44-amino-acid E5 transforming protein of bovine papillomavirus requires a hydrophobic core and specific carboxyl-terminal amino acids.

B H Horwitz 1, A L Burkhardt 1, R Schlegel 1, D DiMaio 1
PMCID: PMC365476  PMID: 2847028

Abstract

The 44-amino-acid E5 protein of bovine papillomavirus type 1 is the shortest known protein with transforming activity. To identify the specific amino acids required for in vitro focus formation in mouse C127 cells, we used oligonucleotide-directed saturation mutagenesis to construct an extensive collection of mutants with missense mutations in the E5 gene.

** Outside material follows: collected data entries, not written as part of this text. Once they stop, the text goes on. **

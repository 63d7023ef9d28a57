/**
 * The scenario's peak-frequency effect (`rhythm-frequency`: a group's rhythm centre moved by
 * shiftHz): the scenario file accepts it and refuses bad values with the field named, the plan
 * moves exactly the named group's centre of the named rhythm, and the generated samples carry
 * the peak where it was moved to, checked with an outside reference: python3's
 * scipy.signal.welch and numpy.polyfit on the generated samples (the residual's largest value in
 * 8–17 Hz, as tests/simulate/spectra.test.ts). Size: 10 min of N2 at 256 Hz per subject, one
 * subject per group, one python run.
 */
import { describe, expect, it } from 'vitest';
import { planNight, type Scenario } from '../../src/core/simulate/index.ts';
import { parseScenario, ScenarioFileError } from '../../src/simulation/scenario-schema.ts';
import { runPython } from '../helpers/python.ts';
import { baseScenario, fixedStages, generateNight } from './scenarios.ts';

const covariates = { ageMean: 40, ageSd: 10, femaleFraction: 0.5, scoreMean: 10, scoreSd: 3 };
const fastSpindle = {
  name: 'fast-spindle',
  kind: 'bursts',
  site: 'CPz',
  widthDeg: 40,
  centerHz: 13.5,
  amplitudeUv: 15,
  durationS: [0.5, 2],
  burstFrequencySdHz: 0.3,
  perMinute: { N2: 5 },
} as const;

function scenario(effects: Scenario['effects'], frequencySd = 0): Scenario {
  const base = baseScenario();
  return baseScenario({
    ...fixedStages('N2', 20),
    rhythms: [{ ...fastSpindle, durationS: [0.5, 2], perMinute: { N2: 5 } }],
    variability: { ...base.variability, rhythmFrequencySdFraction: frequencySd },
    groups: [
      { name: 'control', codePrefix: 'ctl', size: 1, fsHz: 256, covariates },
      { name: 'patient', codePrefix: 'pat', size: 1, fsHz: 256, covariates },
    ],
    effects,
  });
}

const shifted: Scenario['effects'] = [{ kind: 'rhythm-frequency', group: 'patient', rhythm: 'fast-spindle', shiftHz: -1 }];

describe('scenario effect rhythm-frequency', () => {
  it('the scenario file accepts it; an unknown rhythm, a centre at or below 0 Hz or a missing shift is refused with the field named', () => {
    const json = JSON.parse(JSON.stringify(scenario(shifted)));
    expect(parseScenario(json, 'shift.json').effects).toEqual(shifted);
    const bad = (effect: unknown) => () => parseScenario({ ...json, effects: [effect] }, 'shift.json');
    expect(bad({ ...shifted[0], rhythm: 'gamma' })).toThrow(/shift\.json[\s\S]*effects\[0\]\.rhythm.*gamma.*no such rhythm/);
    expect(bad({ ...shifted[0], shiftHz: -13.5 })).toThrow(/effects\[0\]\.shiftHz.*-13\.5.*must be > 0 Hz/);
    expect(bad({ kind: 'rhythm-frequency', group: 'patient', rhythm: 'fast-spindle' })).toThrow(ScenarioFileError);
    expect(bad({ kind: 'rhythm-frequency', group: 'patient', rhythm: 'fast-spindle' })).toThrow(/effects\.0\.shiftHz/);
  });

  it('moves the named group’s centre by shiftHz after its own spread; the other group, amplitude and truth follow', () => {
    // with a between-subject spread, so the shift is added to each subject's own centre
    const without = scenario([], 0.025);
    const withShift = scenario(shifted, 0.025);
    const [ctl0, pat0] = [planNight(without, 0), planNight(without, 1)];
    const [ctl1, pat1] = [planNight(withShift, 0), planNight(withShift, 1)];
    expect(ctl1.rhythms[0].centerHz).toBe(ctl0.rhythms[0].centerHz);
    expect(pat1.rhythms[0].centerHz).toBeCloseTo(pat0.rhythms[0].centerHz - 1, 12);
    expect(pat1.rhythms[0].amplitudeUv).toEqual(pat0.rhythms[0].amplitudeUv);
    expect(pat1.truth.peaks.N2.Pz[0].centerHz).toBeCloseTo(pat0.truth.peaks.N2.Pz[0].centerHz - 1, 3);
  });

  it('the generated patient’s spindle peak sits 1 Hz lower than the control’s (scipy Welch, ±0.5 Hz: two 0.25-Hz bins and the burst frequency spread)', () => {
    const s = scenario(shifted);
    const nights = [generateNight(s, 0), generateNight(s, 1)];
    const inputs = Object.fromEntries(nights.map((n, i) => [`s${i}`, n.data[n.channels.indexOf('Pz')]]));
    const peaks = runPython<number[]>(
      `from scipy.signal import welch
out = []
for k in ['s0', 's1']:
    f, p = welch(numpy.fromfile(inputs[k]), fs=256, nperseg=1024)  # Hann, 50 % overlap (scipy defaults)
    m = (f >= 2) & (f <= 40)
    c = numpy.polyfit(numpy.log10(f[m]), numpy.log10(p[m]), 1)
    res = numpy.log10(p[1:]) - numpy.polyval(c, numpy.log10(f[1:]))
    band = (f[1:] >= 8) & (f[1:] <= 17)
    out.append(float(f[1:][band][numpy.argmax(res[band])]))
print(json.dumps(out))`,
      inputs,
    );
    expect(Math.abs(peaks[0] - 13.5)).toBeLessThanOrEqual(0.5);
    expect(Math.abs(peaks[1] - 12.5)).toBeLessThanOrEqual(0.5);
  });
});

Characterization of mutants with amino acid substitutions in the hydrophobic middle third of the E5 protein indicated that efficient transformation requires a stretch of hydrophobic amino acids but not a specific amino acid sequence in this portion of the protein. Many amino acids in the carboxyl-terminal third of the protein can also undergo substitution without impairment of focus-forming activity, but the amino acids at seven positions, including two cysteine residues that mediate dimer formation, appear essential for efficient transforming activity. These essential amino acids are the most well conserved among related fibropapillomaviruses. The small size of the E5 protein, its lack of similarity to other transforming proteins, and its ability to tolerate many amino acid substitutions implies that it transforms cells via a novel mechanism.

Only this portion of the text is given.